Intent-Code Divergence

Medium
Confidence
97% confidence
Finding
The documentation explicitly claims that `auth login` means the LLM never sees the password, but the preceding example uses `kbr auth save ... --username user --password pass`, which places credentials directly on the command line where they may be visible to the agent, shell history, process listings, logs, or transcript capture. In an agent skill, this misleading assurance is dangerous because it can encourage unsafe handling of real credentials under the false belief they are hidden.

Vague Triggers

Medium
Confidence
84% confidence
Finding
The trigger description is extremely broad, covering nearly any request involving websites, screenshots, scraping, login, or automation.

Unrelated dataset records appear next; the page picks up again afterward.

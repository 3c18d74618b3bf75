import { mayDoSomewhere } from '../../../core/access/may-do.ts';
import type { Caller } from '../../access/caller.ts';
import type { AccessBook } from '../../access/access-book.ts';
import { grantsOf } from '../../access/access-items.ts';
import { NotAllowed } from '../refusals.ts';
import { route, type AnyRoute } from '../route.ts';
import { actingAnswer, terminalPeopleAnswer } from './access-answers.ts';
import { nameOf, type AccessHost } from './access-host.ts';
import { actAsRequest } from './access-schemas.ts';

const sees = { action: 'see', at: 'somewhere' } as const;

/** Whether several people share the screen that asks: a display made for it, or anybody's browser. */
export const isTerminal = (book: AccessBook, { kind, by }: Caller): boolean => kind === 'account' || (kind === 'display' && by !== undefined && book.displays.get(by)?.acting === true);

/** Acting by PIN at a screen that several people share. */
export function terminalRoutes({ book, acting }: AccessHost): readonly AnyRoute[] {
  const terminal = (caller: Caller): string => {
    if (!isTerminal(book, caller) || caller.by === undefined) throw new NotAllowed('Nobody acts here by PIN: this display only shows.');
    return caller.by;
  };
  return [
    route({
      method: 'GET', path: '/api/terminal/people', summary: 'Who can act here by PIN', needs: sees, answer: terminalPeopleAnswer,
      handle: ({ caller }) => {
        terminal(caller);
        return book.accounts.entries()
          .filter(([, { pin, disabled, grants }]) => pin !== null && !disabled && mayDoSomewhere({ grants: grantsOf(grants) }, 'acknowledge'))
          .map(([account, { shownAs }]) => ({ account, shownAs }));
      },
    }),
    route({
      method: 'POST', path: '/api/terminal/act-as', summary: 'Acts as somebody by their PIN for two minutes', needs: sees, body: actAsRequest, answer: actingAnswer,
      handle: async ({ body: { account, pin }, caller }) => {
        const { name, until } = await acting.actAs(terminal(caller), nameOf(caller), account, pin);
        return { name, until };
      },
    }),
    route({
      method: 'DELETE', path: '/api/terminal/act-as', summary: 'Ends acting by PIN', needs: sees, answer: 'nothing',
      handle: ({ caller, reply }) => {
        acting.end(terminal(caller));
        return reply.status(204).send();
      },
    }),
  ];
}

In an agent environment, overly permissive routing can cause this powerful browser skill to activate unnecessarily, increasing the chance of unintended browsing, credential handling, state persistence, or execution of sensitive actions on third-party sites.

Missing User Warnings

Medium
Confidence
95% confidence
Finding
The authentication guidance recommends persistent profiles, exported state files, and an auth vault without warning that these artifacts may contain cookies, tokens, usernames, and passwords. In a browser automation skill, stored session state can grant account access long after initial use, so omission of handling and storage warnings materially increases the risk of credential leakage or session hijacking.

Missing User Warnings

Medium
Confidence
91% confidence
Finding
The network logging and related inspection features can capture full URLs, headers, cookies, tokens, query parameters, and other sensitive traffic, yet the documentation presents them without privacy or data-minimization warnings. In an agent setting, captured request logs may be surfaced back to the model or persisted in tool output, creating a realistic path for secret exposure.

VirusTotal

63/63 vendors flagged this skill as clean.